Start of Records for this exercise

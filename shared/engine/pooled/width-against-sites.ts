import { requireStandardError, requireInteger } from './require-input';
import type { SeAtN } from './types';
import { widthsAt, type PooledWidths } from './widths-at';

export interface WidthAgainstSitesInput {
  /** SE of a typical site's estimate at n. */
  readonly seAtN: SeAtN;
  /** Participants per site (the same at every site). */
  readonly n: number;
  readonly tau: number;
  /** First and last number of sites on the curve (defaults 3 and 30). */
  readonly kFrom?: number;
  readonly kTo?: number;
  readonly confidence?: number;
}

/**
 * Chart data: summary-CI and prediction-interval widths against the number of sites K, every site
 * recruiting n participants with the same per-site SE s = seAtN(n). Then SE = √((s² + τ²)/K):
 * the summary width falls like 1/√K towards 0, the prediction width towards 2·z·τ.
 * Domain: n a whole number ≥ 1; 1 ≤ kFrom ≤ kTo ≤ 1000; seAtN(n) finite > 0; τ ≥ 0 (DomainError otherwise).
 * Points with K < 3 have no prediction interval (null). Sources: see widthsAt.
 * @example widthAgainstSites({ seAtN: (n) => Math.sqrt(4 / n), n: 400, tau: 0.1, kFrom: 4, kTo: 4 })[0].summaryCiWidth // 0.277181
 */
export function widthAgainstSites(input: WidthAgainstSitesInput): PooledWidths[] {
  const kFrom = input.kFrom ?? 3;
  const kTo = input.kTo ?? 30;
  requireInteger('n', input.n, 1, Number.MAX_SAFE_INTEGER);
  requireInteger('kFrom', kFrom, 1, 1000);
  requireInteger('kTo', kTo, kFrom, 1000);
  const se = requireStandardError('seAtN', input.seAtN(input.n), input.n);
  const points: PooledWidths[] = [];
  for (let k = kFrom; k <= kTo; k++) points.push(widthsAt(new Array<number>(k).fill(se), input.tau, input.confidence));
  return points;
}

End of Records for this exercise

Work required —
Starting with the line that contains "const kFrom = input.kFrom ?? 3;", return every line through the last one of the records, exactly as written.

Response area —
  const kFrom = input.kFrom ?? 3;
  const kTo = input.kTo ?? 30;
  requireInteger('n', input.n, 1, Number.MAX_SAFE_INTEGER);
  requireInteger('kFrom', kFrom, 1, 1000);
  requireInteger('kTo', kTo, kFrom, 1000);
  const se = requireStandardError('seAtN', input.seAtN(input.n), input.n);
  const points: PooledWidths[] = [];
  for (let k = kFrom; k <= kTo; k++) points.push(widthsAt(new Array<number>(k).fill(se), input.tau, input.confidence));
  return points;
}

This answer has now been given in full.